This series sits between the ‘Clear Vision’ posts and those scheduled to appear as ‘Greater Khorasan..’
‘Clear vision’ treated folio 5v in some (but not complete) depth as a relatively accessible example of the manuscript’s approach to mnemonic imagery, and also with an aim of offering detailed comment on one detail of the many which, by 2011, had led me to conclude that most of this botanical imagery saw its first enunciation in the Hellenistic period and in a specifically Hellenistic environment – albeit one influenced by Egypt.
Folio 5v also allowed me to raise two questions I consider important but which were previously unexamined: first, why anyone native to medieval Europe should have found such curious images of interest and, secondly, why they should have been of such interest that no effort was made to render the information they convey into such forms and conventions as would have made it intelligible to a western audience; that is, employing the pictorial language and -grammar of the western tradition.
That the imagery was not ‘translated’ into Latin terms certainly made easier the present task of identifying its original character and subsequent stages of alteration (chronological stratigraphy). But it also meant that Latins of the medieval period would have found most of the botanical imagery as incomprehensible as did Europeans of the seventeenth-, nineteenth-, twentieth- and earlier twenty-first centuries, for reasons and in ways analogous to those which render the written text unintelligible.
One must suppose, then, that for some time the manuscript was being passed down in conjunction with its explanation, and that it became useless only when that direct line of transmission-and-explanation was broken. For want of certain knowledge, I have merely supposed that that this break occurred in the late sixteenth- or in the early seventeenth century, possibly with the expulsion of the Jews from Prague in 1561, or with Jacub Hořčický’s sudden remove from Prague, subsequent imprisonment (1620) and a period of exile so soon followed by his unexpected death in in Mělník, fifty kilometres from Prague, in 1622.
Whether Jacub or some other person inscribed his name on it (scholars argue over whether the form is the Czech ‘z’ or not), and how Jacub had come by the manuscript (if he had) is still unknown. Nor do we know how or when it was given into the keeping of Georg Baresch – though by 1640 he had been labouring over it for some time.
These current posts, intermediate between the ‘Clear Vision’ series with its emphasis on the botanical imagery and the ‘Great Khorasan’ series which will focus on folios containing those figures termed ‘nymphs’ will explain why I assign to the second half of the thirteenth century or early years of the fourteenth century the transmission of both sections – from regions east of the Bosphorus to the western Mediterranean.
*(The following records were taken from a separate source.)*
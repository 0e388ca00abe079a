"""Tests for the ``clock`` and ``convert`` commands, run in-process through the CLI entry point.

References: ERFA called directly (time scales and sidereal time), the IANA zone rules
(zoneinfo), astropy (galactic and observed places), the demo files read with the standard
library.
"""

from __future__ import annotations

import csv
import datetime as dt
import io
import json
import tomllib
import warnings
import zoneinfo

import erfa
import numpy as np
import pytest

from skyplan import notices
from skyplan.cli import app
from skyplan.engine.ephemeris import configure_astropy_offline
from skyplan.inputs import scenario

configure_astropy_offline()

DEMO_AT = "2026-12-18T21:00:00Z"
DAY_S = 86400.0


def run(capsys: pytest.CaptureFixture[str], *argv: str) -> tuple[int, str, str]:
    """Run ``skyplan ARGV``; return (exit status, stdout, stderr)."""
    notices.take()
    with pytest.raises(SystemExit) as exc:
        app.main(list(argv))
    out, err = capsys.readouterr()
    return int(exc.value.code or 0), out, err


def demo_site() -> dict:
    """The demo site as written in the demo's sites.toml (read here with tomllib)."""
    with open(scenario.demo_path("sites.toml"), "rb") as handle:
        return tomllib.load(handle)["site"][scenario.DEMO_SITE]


def demo_rows() -> list[dict]:
    """The demo programme as plain CSV rows (comment lines skipped)."""
    text = scenario.demo_path(scenario.DEMO_CATALOG).read_text()
    lines = [line for line in text.splitlines() if line.strip() and not line.startswith("#")]
    return list(csv.DictReader(lines))


def sexagesimal_deg(text: str, hours: bool) -> float:
    """'00h58m13.8s', '02:21:03.7' or '+11:10:55' to degrees (the demo file's forms)."""
    t = text.strip()
    sign = -1.0 if t.startswith("-") else 1.0
    for ch in "hmdHMD":
        t = t.replace(ch, ":")
    parts = [float(p) for p in t.lstrip("+-").rstrip("s:").split(":")]
    value = parts[0] + parts[1] / 60.0 + parts[2] / 3600.0
    return sign * value * (15.0 if hours else 1.0)


def iso_instant(text: str) -> dt.datetime:
    return dt.datetime.fromisoformat(text.replace("Z", "+00:00"))


def sep_arcsec(lon1, lat1, lon2, lat2) -> np.ndarray:
    def vec(lon, lat):
        lon, lat = np.radians(lon), np.radians(lat)
        return np.stack([np.cos(lat) * np.cos(lon), np.cos(lat) * np.sin(lon), np.sin(lat)], -1)

    a, b = vec(np.asarray(lon1), np.asarray(lat1)), vec(np.asarray(lon2), np.asarray(lat2))
    s = np.linalg.norm(np.cross(a, b), axis=-1)
    return np.degrees(np.arctan2(s, np.sum(a * b, axis=-1))) * 3600.0


# ------------------------------------------------ clock


CLOCK_KEYS = {"utc", "ut1", "tt", "jd_ut1", "mjd_utc", "gmst_deg", "gast_deg", "lmst_deg",
              "last_deg", "era_deg", "local_time", "zone"}


def test_clock_json_against_erfa(capsys) -> None:
    from astropy.time import Time
    from astropy.utils import iers

    status, out, err = run(capsys, "clock", "--demo", "--at", DEMO_AT, "-f", "json")
    assert status == 0, err
    rec = json.loads(out)
    assert CLOCK_KEYS <= rec.keys()
    site = demo_site()

    # ERFA directly: calendar UTC → quasi-JD, TAI, TT; UT1 with UT1−UTC interpolated here in
    # astropy's reading of the IERS Bulletin A column
    u1, u2 = erfa.dtf2d("UTC", 2026, 12, 18, 21, 0, 0.0)
    table = iers.earth_orientation_table.get()
    dut1 = float(np.interp(u1 + u2 - 2400000.5, table["MJD"].to_value("d"),
                           table["UT1_UTC_A"].to_value("s")))
    assert dut1 == pytest.approx(float(Time("2026-12-18T21:00:00").delta_ut1_utc), abs=1e-4)
    tt1, tt2 = erfa.taitt(*erfa.utctai(u1, u2))
    ut1, ut2 = erfa.utcut1(u1, u2, dut1)

    assert rec["mjd_utc"] == pytest.approx(u1 + u2 - 2400000.5, abs=1e-9)
    assert (rec["jd_ut1"] - (ut1 + ut2)) * DAY_S == pytest.approx(0.0, abs=1e-4)
    utc = iso_instant(rec["utc"])
    assert utc == dt.datetime(2026, 12, 18, 21, 0, tzinfo=dt.UTC)
    assert (iso_instant(rec["ut1"]) - utc).total_seconds() == pytest.approx(dut1, abs=1e-3)
    # TT − UTC = 37 s of leap seconds (IERS Bulletin C) + 32.184 s
    tt_minus_utc = ((tt1 - u1) + (tt2 - u2)) * DAY_S
    assert tt_minus_utc == pytest.approx(69.184, abs=1e-6)
    assert (iso_instant(rec["tt"]) - utc).total_seconds() == pytest.approx(tt_minus_utc, abs=1e-3)

    def close_deg(got: float, rad: float, tol_deg: float = 1e-7) -> bool:
        return abs((got - np.degrees(rad) + 180.0) % 360.0 - 180.0) < tol_deg

    assert close_deg(rec["era_deg"], erfa.era00(ut1, ut2))
    assert close_deg(rec["gmst_deg"], erfa.gmst06(ut1, ut2, tt1, tt2))
    assert close_deg(rec["gast_deg"], erfa.gst06a(ut1, ut2, tt1, tt2))
    # local sidereal time = Greenwich + east longitude (Meeus 1998, ch. 12)
    lon = site["longitude"]
    assert close_deg(rec["lmst_deg"], erfa.gmst06(ut1, ut2, tt1, tt2) + np.radians(lon))
    assert close_deg(rec["last_deg"], erfa.gst06a(ut1, ut2, tt1, tt2) + np.radians(lon))
    # local civil time from the IANA rules of the site's zone (Madrid: CET, UTC+1, in December)
    assert rec["zone"] == site["zone"]
    local = utc.astimezone(zoneinfo.ZoneInfo(site["zone"]))
    assert rec["local_time"] == local.isoformat(timespec="seconds") == "2026-12-18T22:00:00+01:00"


def test_clock_table(capsys) -> None:
    status, out, err = run(capsys, "clock", "--demo", "--at", DEMO_AT)
    assert status == 0, err
    _, json_out, _ = run(capsys, "clock", "--demo", "--at", DEMO_AT, "-f", "json")
    rec = json.loads(json_out)
    assert "Greenwich mean sidereal time" in out
    assert rec["utc"] in out and rec["local_time"] in out
    assert f"{rec['gmst_deg']:.6f}°" in out and f"{rec['last_deg']:.6f}°" in out


# ------------------------------------------------ convert: one position


def test_convert_one_position_all_formats(capsys) -> None:
    import astropy.units as u
    from astropy.coordinates import SkyCoord

    args = ("convert", "10:00:00", "+20:00:00", "--from", "icrs", "--to", "galactic")
    status, out, err = run(capsys, *args, "-f", "json")
    assert status == 0, err
    (rec,) = json.loads(out)
    # astropy's galactic frame (FK5-based, see test_frames): 0.025″ at most
    g = SkyCoord(ra=150.0 * u.deg, dec=20.0 * u.deg, frame="icrs").galactic
    assert sep_arcsec(rec["l_deg"], rec["b_deg"], g.l.deg, g.b.deg) < 0.04
    assert rec["frame"] == "galactic" and rec["from_frame"] == "icrs"

    status, out, _ = run(capsys, *args, "-f", "ndjson")
    assert status == 0
    lines = out.splitlines()
    assert len(lines) == 1 and json.loads(lines[0]) == rec

    status, out, _ = run(capsys, *args, "-f", "csv")
    assert status == 0
    (row,) = list(csv.DictReader(io.StringIO(out)))
    assert float(row["l_deg"]) == rec["l_deg"] and float(row["b_deg"]) == rec["b_deg"]
    assert row["name"] == rec["name"]

    status, out, _ = run(capsys, *args)
    assert status == 0
    assert f"{rec['l_deg']:.6f}" in out and f"{rec['b_deg']:.6f}" in out and rec["name"] in out


def test_convert_one_position_to_horizon_against_astropy(capsys) -> None:
    import astropy.units as u
    from astropy.coordinates import AltAz, EarthLocation, SkyCoord
    from astropy.time import Time

    # a site given as LAT,LON,ELEV at sea level: weather from the ICAO standard atmosphere,
    # 1013.25 hPa and 15 °C, dry (ICAO Doc 7488)
    status, out, err = run(capsys, "convert", "05:30:00", "+20:00:00", "--to", "horizon",
                           "--site", "40,-3.5,0", "--at", DEMO_AT, "--refraction", "erfa",
                           "-f", "json")
    assert status == 0, err
    (rec,) = json.loads(out)
    frame = AltAz(obstime=Time("2026-12-18T21:00:00", scale="utc"),
                  location=EarthLocation.from_geodetic(-3.5 * u.deg, 40.0 * u.deg, 0.0 * u.m),
                  pressure=1013.25 * u.hPa, temperature=15.0 * u.deg_C, relative_humidity=0.0,
                  obswl=0.55 * u.micron)
    a = SkyCoord(ra=82.5 * u.deg, dec=20.0 * u.deg, frame="icrs").transform_to(frame)
    assert a.alt.deg > 20.0
    # same ERFA chain and weather, and no Bulletin B values yet for this date: measured
    # 0.000003″, asserted 0.01″
    assert sep_arcsec(rec["az_deg"], rec["alt_deg"], a.az.deg, a.alt.deg) < 0.01
    assert rec["refraction"] == "erfa"


# ------------------------------------------------ convert: the demo catalogue


def test_convert_demo_catalogue_against_astropy(capsys) -> None:
    import astropy.units as u
    from astropy.coordinates import AltAz, EarthLocation, SkyCoord
    from astropy.time import Time

    rows = demo_rows()
    status, out, err = run(capsys, "convert", "--demo", "--at", DEMO_AT, "--to", "horizon",
                           "--refraction", "erfa", "-f", "json")
    assert status == 0, err
    recs = json.loads(out)
    assert [r["name"] for r in recs] == [row["name"] for row in rows]

    site = demo_site()
    t = Time("2026-12-18T21:00:00", scale="utc")
    ra = np.array([sexagesimal_deg(row["ra"], hours=True) for row in rows])
    dec = np.array([sexagesimal_deg(row["dec"], hours=False) for row in rows])
    pm_ra = np.array([float(row["pm_ra"]) for row in rows])  # mas/yr, μα cos δ
    pm_dec = np.array([float(row["pm_dec"]) for row in rows])
    assert {row["epoch"] for row in rows} == {"J2000"}
    # astropy leaves proper motion to apply_space_motion (ERFA eraStarpm): J2000 → the instant
    stars = SkyCoord(ra=ra * u.deg, dec=dec * u.deg, pm_ra_cosdec=pm_ra * u.mas / u.yr,
                     pm_dec=pm_dec * u.mas / u.yr, frame="icrs", obstime=Time("J2000"))
    with warnings.catch_warnings():  # ERFA: "distance overridden" for a star without parallax
        warnings.simplefilter("ignore")
        moved = stars.apply_space_motion(new_obstime=t)
    frame = AltAz(obstime=t, location=EarthLocation.from_geodetic(
        site["longitude"] * u.deg, site["latitude"] * u.deg, site["elevation"] * u.m),
        pressure=site["pressure"] * u.hPa, temperature=site["temperature"] * u.deg_C,
        relative_humidity=site["humidity"], obswl=0.55 * u.micron)
    a = SkyCoord(ra=moved.ra, dec=moved.dec, frame="icrs").transform_to(frame)
    az = np.array([r["az_deg"] for r in recs])
    alt = np.array([r["alt_deg"] for r in recs])
    # above 3°, the ERFA model's clean range (see test_refraction_airmass): same ERFA chain,
    # proper motion and site weather; measured 0.0006″ for the 27 targets up, asserted 0.01″
    up = a.alt.deg > 3.0
    assert up.sum() >= 10
    assert sep_arcsec(az, alt, a.az.deg, a.alt.deg)[up].max() < 0.01

    # the same rows in the other formats
    status, out, _ = run(capsys, "convert", "--demo", "--at", DEMO_AT, "--to", "horizon",
                         "--refraction", "erfa", "-f", "ndjson")
    assert status == 0
    assert [json.loads(line) for line in out.splitlines()] == recs
    status, out, _ = run(capsys, "convert", "--demo", "--at", DEMO_AT, "--to", "horizon",
                         "--refraction", "erfa", "-f", "csv")
    assert status == 0
    table = list(csv.DictReader(io.StringIO(out)))
    assert [r["name"] for r in table] == [r["name"] for r in recs]
    assert [float(r["alt_deg"]) for r in table] == alt.tolist()
    status, out, _ = run(capsys, "convert", "--demo", "--at", DEMO_AT, "--to", "horizon",
                         "--refraction", "erfa")
    assert status == 0
    assert all(row["name"] in out for row in rows)
    assert all(f"{r['alt_deg']:.4f}" in out for r in recs)


# ------------------------------------------------ bad input


@pytest.mark.parametrize(
    "argv",
    [
        ("convert", "10:75:00", "+20:00:00", "--to", "galactic"),  # minutes ≥ 60
        ("convert", "10:00:00", "+95:00:00", "--to", "galactic"),  # declination beyond the pole
        ("convert", "10:00:00", "+20:00:00", "--to", "supergalactic"),
        ("convert", "10:00:00", "+20:00:00", "--from", "altaz", "--to", "icrs"),
        ("convert", "10:00:00", "+20:00:00", "--to", "horizon", "--site", "95,3",
         "--at", DEMO_AT),
        ("clock", "--site", "95,3", "--at", DEMO_AT),
        ("clock", "--demo", "--at", "2026-13-45"),
        ("clock", "--demo", "--at", "yesterday at noon"),
        ("convert", "10:00:00", "+20:00:00", "--to", "apparent", "--at", "2026-12-18T25:00Z"),
    ],
)
def test_bad_input_is_one_line_and_status_2(capsys, argv: tuple[str, ...]) -> None:
    status, out, err = run(capsys, *argv)
    assert status == 2
    assert out == ""
    lines = err.splitlines()
    assert len(lines) == 1 and lines[0].startswith("skyplan:")
    assert "Traceback" not in err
Our present manuscript, exclusive of marginalia, is thus argued to have been derived from exemplars to which it is remarkably faithful.
We are also interested in what the manuscript’s internal evidence, and the historical sources, suggest as the most likely group or groups to have served as agents of transmission, and whether it is possible to identify the region of the western Mediterranean into which the matter was first brought.
 Recent Voynicheros may associate a Greek- or a Hellenistic theory with Koen Gheuens, who has taken it up with some enthusiasm, but as my more enduring readers will know, I reached that conclusion about the botanical section in the early stages of my research, publishing both evidence and the conclusion in my research blog ‘Findings’ before 2011. I have found nothing in subsequent investigation of other sections to contradict that conclusion, but much to support it and so have continued to assert the same ever since. Some of the Hellenistic-Egyptian imagery in the manuscript has roots older still, but one doesn’t wish to cause alarm and so I have forborne from explaining much of that. 🙂
 I consider the ‘Mnishovsky rumour’ near-worthless as historical testimony; because Mnishovsky could not have witnessed the alleged event; because the person repeating Mnishovsky’s alleged comments (themselves hearsay) would within eighteen months have ‘lost his memory of almost everything’ as an old friend writes to Kircher; and because if one accepts at face value the late account of some long-ago bit of hearsay, then there can be no reason to reject the attribution to Roger Bacon as author, and the bit about Rudolf’s paying some anonymous traveller/carrier 600 ducats (enough to pay for a scribe to make a 100 copies), yet accept the notion that ‘Rudolf once owned it’. The three items of this questionable hearsay are all of a piece, and no one item can be rejected without rejecting the rest so long as none of it has found any independent or objective historical support. Even Marci cannot have believed it, for although he had known Baresch, and Kircher and of the manuscript, for more than thirty years, he had evidently never thought it worth passing on before!
 An interesting version of the signature can be seen on one of the early, investigative posts at ciphermysteries (Jan.7th., 2009 ). The way the initial letter ‘J’ is rendered – in Pelling’s processed image – is reminiscent of the Voynich script’s “ornate P” – just btw.
Baresch evidently knew that the botanical folios depicted exotic plants, not ones native to the Mediterranean. He says so in his letter to Athanasius Kircher. “.. the volume contains pictures of exotic plants [NB not: ‘herbs’] which have escaped observation here in Germany.” (PUG 557 f. 353rv ). See the transcription and translation by Philip Neal.